→ **Problem statement**
One line at a time, check the entries below for the word "opened", and copy each line that has it.

→ **Information given**

import { Problem } from '$lib/server/problems';
import { requireBaseline } from '$lib/server/baselines/guard';
import { changesBefore } from '$lib/server/baselines/before';
import { opened } from '$lib/server/baselines/read';
import { setFormulas } from '$lib/server/formulas';
import { markViewed } from '$lib/server/baselines/waiting';
import type { PageServerLoad } from './$types';

export const load: PageServerLoad = async (event) => {
	const { row, note, programme, person } = await requireBaseline(
		event,
		event.params.baseline,
		'baseline.read'
	);
	if (programme.code !== event.params.programme)
		throw new Problem(404, `${event.params.programme} has no such baseline.`);
	await markViewed(row.id, person.id);
	const baseline = opened(row);
	return {
		baseline,
		before: await changesBefore(row.noteId, row.frozenAt, baseline),
		draft: note.revision,
		formulas: setFormulas(baseline)
	};
};
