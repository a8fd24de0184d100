/**
 * A line of uniform section in the co-rotating frame: σ(r) = σ₀ + ρ [U(r) − U(R)], greatest at r_s. With
 * σ₀ at the anchor and nothing pulling at its upper end, that end lies above r_s, where σ is zero again.
 */
import { UNIVERSAL } from '../quantities/universal';
import type { Field } from './field';
import { radiusAbove } from './level';

/** Greatest stress, Pa, at the balance radius; σ₀ is the stress at the anchor. */
export function uniformPeakStress(field: Field, density: number, baseStress = 0): number {
	return baseStress + density * field.depth(field.base);
}

/**
 * Radius of the upper end, m, where σ is zero: U(H) = U(R) − σ₀/ρ beyond r_s. One body without J2 and
 * σ₀ = 0 has H = (R/2)[√(1 + 8(r_s/R)³) − 1].
 */
export function freeStandingRadius(field: Field, specificBaseStress = 0): number {
	return radiusAbove(field, field.depth(field.base) + specificBaseStress);
}

/** Stress, Pa, at radius r of a line with σ₀ at the anchor. */
export function uniformStress(
	field: Field,
	density: number,
	baseStress: number,
	r: number
): number {
	return baseStress + density * field.rise(field.base, r);
}

/** Length of a uniform wire that breaks under its own weight at g₀, m. */
export const breakingLength = (stress: number, density: number) =>
	stress / (density * UNIVERSAL.standardGravity.value);
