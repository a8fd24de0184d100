/**
 * How line, counterweight and their total follow the radius of the top, r_t, for the exact taper. The total only
 * falls: d(total)/dr_t = σ_d A g′/g² < 0. So no r_t is best by mass; told is where the total comes near that at the range's top.
 */
import type { Told } from '../methods/parameter';
import { lnSum, told } from '../numerics/logarithm';
import { gradedTowards, integrate } from '../numerics/quadrature';
import { root } from '../numerics/root';
import type { Field } from './field';
import type { TaperShape } from './taper';

export type TradePoint = {
	/** r_t, m */
	top: number;
	line: Told;
	counterweight: Told;
	total: Told;
};

/**
 * @param lnPeak ln A(r_s), m²
 * @param tops r_t upwards, m, all beyond r_s
 */
export function tradeCurve(
	field: Field,
	{ lnMass, lnCounterweight }: TaperShape,
	lnPeak: number,
	tops: readonly number[]
): TradePoint[] {
	let line = lnMass(field.balance, field.base);
	let reached = field.balance;
	return tops.map((top) => {
		line = lnSum(line, lnMass(reached, top));
		reached = top;
		const counterweight = lnCounterweight(top);
		return {
			top,
			line: told(lnPeak + line),
			counterweight: told(lnPeak + counterweight),
			total: told(lnPeak + lnSum(line, counterweight))
		};
	});
}

/**
 * The least r_t at which the total is within the fraction `share` of the total at `rangeTop`; the lowest permitted top,
 * r_s (1 + 1e-9), where it is so everywhere.
 */
export function topWithin(
	field: Field,
	{ k, lnArea, lnMass, lnCounterweight }: TaperShape,
	{ designStress, rangeTop, share }: { designStress: number; rangeTop: number; share: number }
): number {
	const { balance, base, g, along } = field;
	// Over σ_d A(r_s), in which nothing overflows.
	const scaled = (ln: number) => Math.exp(ln - Math.log(designStress));
	const total = (top: number) =>
		scaled(lnMass(balance, base)) + scaled(lnMass(balance, top)) + scaled(lnCounterweight(top));
	const least = total(rangeTop);
	const wanted = share * least;
	const lowest = balance * (1 + 1e-9);
	if (total(lowest) - least <= wanted) return lowest;
	// In ln(r − r_s), in which the total falls evenly.
	const topAt = (u: number) => balance + Math.exp(u);
	const last = Math.log(rangeTop - balance);
	const close = root(
		(u) => (u === last ? 0 : total(topAt(u)) - least) - wanted,
		Math.log(lowest - balance),
		last
	);
	// The difference of two totals loses the digits of a small share; its integral does not.
	const slope = (r: number) => (Math.exp(lnArea(r)) * along(r)) / g(r) ** 2;
	let top = topAt(close);
	for (let i = 0; i < 3; i += 1) {
		// Over this distance A/g² has fallen to a fraction.
		const fall = (2 * along(top)) / g(top) + k * -g(top);
		const edges = gradedTowards(top, rangeTop, 1 / fall);
		const noise = 2 ** -52 * top * fall * Math.abs(slope(top));
		const excess = -integrate(slope, edges, 1e-11, noise).value;
		top -= (excess - wanted) / slope(top);
	}
	return top;
}
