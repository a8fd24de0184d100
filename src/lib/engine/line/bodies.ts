/** Bodies a line may stand on. Each figure carries its unit, its standard uncertainty and its source. */

import type { Figure } from '../quantities/universal';

export type Body = {
	label: string;
	/** Gravitational parameter, m³/s². */
	gm: Figure;
	/** Equatorial radius (the Moon: mean), m. */
	radius: Figure;
	/** Sidereal rate of rotation, rad/s. */
	rate: Figure;
	/** Second zonal harmonic; null where none is used. */
	j2: Figure | null;
	/** For a moon: distance of its L1 from its centre, m, beyond which one body alone says nothing. */
	l1: Figure | null;
};

export type BodyName = 'earth' | 'mars' | 'moon' | 'ceres';

const turn = 2 * Math.PI;

export const BODIES: Record<BodyName, Body> = {
	earth: {
		label: 'Earth',
		gm: { value: 3.986004418e14, uncertainty: 8e5, source: 'WGS 84, NIMA TR 8350.2' },
		radius: { value: 6_378_137, uncertainty: 0, source: 'WGS 84, NIMA TR 8350.2' },
		rate: { value: 7.292115e-5, uncertainty: 1.5e-12, source: 'WGS 84, NIMA TR 8350.2' },
		j2: { value: 1.08263e-3, uncertainty: null, source: 'WGS 84, rounded' },
		l1: null
	},
	mars: {
		label: 'Mars',
		gm: { value: 4.2828375e13, uncertainty: null, source: 'JPL' },
		radius: { value: 3_396_190, uncertainty: 100, source: 'IAU WGCCRE' },
		rate: { value: turn / 88_642.66, uncertainty: null, source: 'IAU WGCCRE' },
		j2: { value: 1.96045e-3, uncertainty: null, source: 'JPL' },
		l1: null
	},
	moon: {
		label: 'Moon',
		gm: { value: 4.902800066e12, uncertainty: null, source: 'JPL DE440' },
		radius: { value: 1_737_400, uncertainty: 1000, source: 'IAU WGCCRE, mean' },
		rate: { value: turn / (27.321661 * 86_400), uncertainty: null, source: 'IAU WGCCRE' },
		j2: { value: 2.0321e-4, uncertainty: null, source: 'JPL' },
		l1: {
			value: 5.8019e7,
			uncertainty: null,
			source: 'circular three-body problem at the mean distance of 384 400 km'
		}
	},
	ceres: {
		label: 'Ceres',
		gm: { value: 6.26284e10, uncertainty: null, source: 'Dawn, from memory' },
		radius: { value: 482_000, uncertainty: null, source: 'Dawn, from memory' },
		rate: { value: turn / (9.07417 * 3600), uncertainty: null, source: 'Dawn, from memory' },
		j2: null,
		l1: null
	}
};
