import { describe, expect, it } from 'vitest';
import { Refused } from '../methods/refused';
import { equalHeights, equalRises } from './boundaries';
import { bodyField } from './field';
import { sizeStepped } from './stepped';
import { taperShape } from './taper';

const field = bodyField({ gm: 4e14, radius: 6.4e6, rate: 7.3e-5, j2: 0 });
const top = 1.06e8;
const base = { density: 1300, designStress: 50e9, lnBaseTension: Math.log(2e5), jointMass: 0 };

const refusal = (run: () => unknown) => {
	try {
		run();
	} catch (error) {
		if (error instanceof Refused) return error;
	}
	throw new Error('Nothing was refused.');
};

describe('sections of a stepped line', () => {
	it('meet between the anchor and the top', () => {
		for (const radii of [equalHeights(field, top, 7), equalRises(field, top, 7)]) {
			expect(radii).toHaveLength(8);
			expect([radii[0], radii.at(-1)]).toEqual([field.base, top]);
			expect([...radii].sort((a, b) => a - b)).toEqual(radii);
		}
	});

	it('share the rise and the fall of the potential equally, when asked to', () => {
		const radii = equalRises(field, top, 9);
		const path = (r: number) =>
			r < field.balance
				? field.depth(field.base) - field.depth(r)
				: field.depth(field.base) + field.depth(r);
		for (let i = 1; i <= 9; i += 1) expect((path(radii[i]!) / path(top)) * 9).toBeCloseTo(i, 9);
	});

	it('have the design stress as their greatest, and tension that goes on across the boundaries', () => {
		const { sections } = sizeStepped(field, { ...base, boundaries: equalRises(field, top, 20) });
		sections.forEach((section, i) => {
			const peak = Math.max(section.from, Math.min(section.to, field.balance));
			const greatest = section.lowerStress + base.density * field.rise(section.from, peak);
			expect(greatest / base.designStress).toBeCloseTo(1, 12);
			expect(section.upperStress).toBeLessThanOrEqual(base.designStress * (1 + 1e-12));
			expect(section.lnLower).toBeCloseTo(sections[i - 1]?.lnUpper ?? base.lnBaseTension, 12);
		});
	});

	it('step by the weight of a joint', () => {
		const boundaries = equalRises(field, top, 5);
		const { sections } = sizeStepped(field, { ...base, boundaries, jointMass: 40 });
		sections.slice(1).forEach((section, i) => {
			const step = Math.exp(section.lnLower) - Math.exp(sections[i]!.lnUpper);
			expect(step / (40 * field.g(section.from))).toBeCloseTo(1, 6);
		});
	});

	it('weigh more than the exact taper, and ever less so', () => {
		const { lnTaper, lnMass } = taperShape(field, base.density, base.designStress);
		const exact =
			(2e5 / base.designStress) *
			Math.exp(lnTaper) *
			(Math.exp(lnMass(field.balance, field.base)) + Math.exp(lnMass(field.balance, top)));
		const excess = [10, 100, 1000].map((count) => {
			const boundaries = equalRises(field, top, count);
			return Math.exp(sizeStepped(field, { ...base, boundaries }).lnSections) / exact - 1;
		});
		expect(excess[0]!).toBeGreaterThan(0);
		// Of first order in the length of a section.
		expect(excess[1]! / excess[2]!).toBeCloseTo(10, 0);
		expect(excess[2]!).toBeLessThan(2e-3);
	});

	it('are refused by number and length where one cannot carry itself', () => {
		const run = (boundaries: number[], designStress: number) => () =>
			sizeStepped(field, { ...base, designStress, boundaries });
		const boundaries = [field.base, 1e7, 4e7, top];
		const { message } = refusal(run(boundaries, 33e9));
		const limit =
			Number(/under ([\d\u202f.]+) km/.exec(message)![1]!.replaceAll('\u202f', '')) * 1e3;
		expect(message).toMatch(/^Section 2, .* cannot carry itself/);
		const at = (length: number, designStress: number) =>
			run([field.base, 1e7, 1e7 + length, 4.2e7, top], designStress);
		expect(refusal(at(limit * (1 + 1e-6), 33e9)).message).toMatch(/^Section 2/);
		expect(base.density * field.rise(1e7, 1e7 + limit)).toBeCloseTo(33e9, -5);
	});

	it('are refused above the balance radius where the line would be slack before their end', () => {
		const heavy = { ...base, designStress: 5e9, boundaries: [...equalRises(field, 5e7, 60), 2e8] };
		expect(refusal(() => sizeStepped(field, heavy)).message).toMatch(
			/^Section 61, .* pulls outwards by more than the tension/
		);
	});

	it('are refused where a joint pulls outwards by more than the tension', () => {
		const boundaries = [field.base, 1e7, 2e7, 4e7, 9e7, top];
		const joints = { ...base, designStress: 100e9, lnBaseTension: 0, jointMass: 1e3, boundaries };
		const light = sizeStepped(field, joints);
		expect(light.sections).toHaveLength(5);
		const outward = { ...joints, boundaries: [field.base, 9e7, top], designStress: 200e9 };
		expect(refusal(() => sizeStepped(field, outward)).message).toMatch(/^Joint 1, .* slack/);
	});
});
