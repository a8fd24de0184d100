/** What describes a line to be sized: its place, material, base and top. Shared by the exact taper and the stepped line. */
import { quantity, variant, type Told, type ValuesOf } from '../methods/parameter';
import { refuseInput } from '../methods/refused';
import { AREA, DENSITY, MASS, PURE } from '../quantities/dimension';
import { distance, formatFigure } from '../quantities/format';
import type { Field } from './field';
import { givenRadius } from './parameters';
import { fieldOf, site } from './site';
import { siteWarnings } from './site-warnings';
import { designStressOf, strengthInputs, strengthWarnings } from './strength';
import { isAboveSynchronous, type TaperInput } from './taper';

export const sizingInputs = {
	site,
	density: quantity({
		label: 'density',
		symbol: 'ρ',
		dimension: DENSITY,
		unit: 'kg/m^3',
		range: { above: 0 }
	}),
	...strengthInputs,
	base: variant({
		label: 'what the base is sized by',
		cases: {
			lift: {
				label: 'the lift that it carries',
				fields: {
					lift: quantity({
						label: 'lift',
						symbol: 'm_lift',
						dimension: MASS,
						unit: 't',
						range: { above: 0 }
					})
				}
			},
			area: {
				label: 'its section',
				fields: {
					area: quantity({
						label: 'section at the anchor',
						symbol: 'A₀',
						dimension: AREA,
						unit: 'mm^2',
						range: { above: 0 }
					})
				}
			}
		}
	}),
	reserve: quantity({
		label: 'reserve of lift',
		dimension: PURE,
		unit: '',
		range: { least: 0 },
		default: 0,
		help: 'Further lift that the base carries, as a fraction of the lift.'
	}),
	top: {
		...givenRadius('radius of the top, from the body’s centre', 'r_t'),
		help: 'Above the balance radius: only there the counterweight pulls outwards.'
	}
} as const;

export type Sizing = ValuesOf<typeof sizingInputs>;

/** @throws Refused where no line can stand or end there. */
export function sizingOf(input: Sizing): { field: Field; taper: TaperInput } {
	const field = fieldOf(input.site);
	refuseTop(field, 'top', input.top);
	return { field, taper: taperInputOf(input) };
}

export const taperInputOf = (input: Sizing): TaperInput => ({
	density: input.density,
	designStress: designStressOf(input),
	base: input.base,
	reserve: input.reserve,
	top: input.top
});

/** @throws Refused where no line can end at this radius. */
export function refuseTop(field: Field, path: string, top: number): void {
	if (!isAboveSynchronous(field, top))
		refuseInput(
			path,
			`The top at the radius ${distance(top)} is not above the balance radius of ${distance(field.balance)}: nothing there pulls outwards to hold the line up.`,
			`Set the top above the radius ${distance(field.balance)}.`
		);
	if (top >= field.limit)
		refuseInput(
			path,
			'The line reaches the centre of the primary.',
			`Set the top below the radius ${distance(field.limit)}.`
		);
}

/** @param peakArea greatest section, m² */
export const sizingWarnings = (input: Sizing, field: Field, peakArea: Told): string[] => [
	...(typeof peakArea === 'number'
		? []
		: [
				`Beyond any build: the greatest section is 10 to the power ${formatFigure(peakArea.log10, 4)} m².`
			]),
	'Sized for a climber below the balance radius only: one above it adds its outward pull to everything below. The as-built analysis and the climber envelope look at that.',
	...strengthWarnings(input),
	...siteWarnings(input.site, field, input.top)
];
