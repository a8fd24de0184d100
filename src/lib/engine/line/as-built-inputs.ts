/** What an as-built analysis may be asked besides the line itself. */
import { group, quantity, type ValuesOf } from '../methods/parameter';
import { MASS, PRESSURE, PURE, TEMPERATURE, over } from '../quantities/dimension';
import type { Elasticity } from './elongation';

export const requiredLift = group({
	label: 'lift that the anchor must hold in reserve',
	optional: true,
	fields: {
		mass: quantity({
			label: 'lift',
			symbol: 'm_lift',
			dimension: MASS,
			unit: 't',
			range: { above: 0 }
		}),
		reserve: quantity({
			label: 'required reserve, as a fraction of the lift’s weight at the anchor',
			dimension: PURE,
			unit: '',
			range: { least: 0 },
			help: 'The anchor tension with all masses in place must reach this share of the lift’s weight.'
		})
	}
});

export const elasticity = group({
	label: 'elasticity, for strain and stretch',
	optional: true,
	fields: {
		modulus: quantity({
			label: 'modulus of elasticity',
			symbol: 'E',
			dimension: PRESSURE,
			unit: 'GPa',
			range: { above: 0 }
		}),
		expansion: quantity({
			label: 'coefficient of thermal expansion',
			symbol: 'α',
			dimension: over(PURE, TEMPERATURE),
			unit: '1/K',
			default: 0
		}),
		temperatureRise: quantity({
			label: 'temperature above that of manufacture',
			symbol: 'ΔT',
			dimension: TEMPERATURE,
			unit: 'K',
			default: 0,
			help: 'A difference of temperatures.'
		})
	}
});

export const thermal = ({
	modulus,
	expansion,
	temperatureRise
}: ValuesOf<(typeof elasticity)['fields']>): Elasticity => ({
	modulus,
	thermalStrain: expansion * temperatureRise
});
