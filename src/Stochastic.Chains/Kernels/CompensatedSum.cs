namespace Stochastic.Chains.Kernels;

/// <summary>
/// A running sum carried in twice the working precision: the rounding error of each addition is found exactly (Knuth's two-sum)
/// and added up beside it. For n non-negative terms the relative error is about u + n²u² with u = 2⁻⁵³.
/// Source: Ogita, Rump and Oishi (2005), SIAM J. Sci. Comput. 26, 1955–1988.
/// </summary>
internal struct CompensatedSum
{
    private double _sum;
    private double _error;

    /// <summary>The sum so far; infinite or NaN only where the plain sum is, for then there is no rounding error to add.</summary>
    internal readonly double Value => double.IsFinite(_error) ? _sum + _error : _sum;

    internal static double Of(ReadOnlySpan<double> terms)
    {
        var sum = default(CompensatedSum);
        foreach (var term in terms)
        {
            sum.Add(term);
        }

        return sum.Value;
    }

    internal void Add(double term)
    {
        var total = _sum + term;
        var part = total - _sum;
        _error += (_sum - (total - part)) + (term - part);
        _sum = total;
    }
}
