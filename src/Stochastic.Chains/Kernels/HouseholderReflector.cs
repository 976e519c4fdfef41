namespace Stochastic.Chains.Kernels;

/// <summary>
/// The reflector P = I − β v vᵀ, v₀ = 1, that turns a vector into a multiple of the first unit vector (Golub and Van Loan, Matrix
/// Computations, 4th ed. 2013, section 5.1). P is orthogonal and its own inverse.
/// </summary>
internal static class HouseholderReflector
{
    private const int SafeExponent = 450;

    /// <summary>
    /// Overwrites x by v and returns β; image is the number with P x = image · e₀. β is 0, and P the identity, where the tail of x
    /// is zero already. Entries far below the largest may be lost, none overflows. O(length).
    /// </summary>
    internal static double Form(Span<double> x, out double image)
    {
        var largest = 0.0;
        foreach (var entry in x[1..])
        {
            largest = Math.Max(largest, Math.Abs(entry));
        }

        var head = x[0];
        x[0] = 1;
        if (largest == 0)
        {
            image = head;
            return 0;
        }

        var exponent = Math.ILogB(Math.Max(largest, Math.Abs(head)));
        var shift = Math.Abs(exponent) > SafeExponent ? -exponent : 0;
        if (shift != 0)
        {
            head = Math.ScaleB(head, shift);
            foreach (ref var entry in x[1..])
            {
                entry = Math.ScaleB(entry, shift);
            }
        }

        var tail = x[1..];
        // The sign opposite to the head's: the difference then adds magnitudes and loses nothing.
        var length = -Math.CopySign(Math.Sqrt((head * head) + VectorLoops.Dot(tail, tail)), head);
        var difference = head - length;
        VectorLoops.Divide(tail, difference, tail);
        image = shift == 0 ? length : Math.ScaleB(length, -shift);
        return -difference / length;
    }
}
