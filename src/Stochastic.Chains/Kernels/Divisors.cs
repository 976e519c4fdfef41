namespace Stochastic.Chains.Kernels;

/// <summary>Euclid's algorithm.</summary>
internal static class Divisors
{
    /// <summary>The greatest common divisor of two non-negative numbers; of zero and a number, the number.</summary>
    internal static long Greatest(long first, long second)
    {
        while (second != 0)
        {
            (first, second) = (second, first % second);
        }

        return first;
    }

    /// <summary>The least common multiple of two positive numbers.</summary>
    /// <exception cref="OverflowException">It does not fit into 63 bits.</exception>
    internal static long LeastCommonMultiple(long first, long second) => checked(first / Greatest(first, second) * second);
}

→ **Answer to the exercise**
import { opened } from '$lib/server/baselines/read';
	const baseline = opened(row);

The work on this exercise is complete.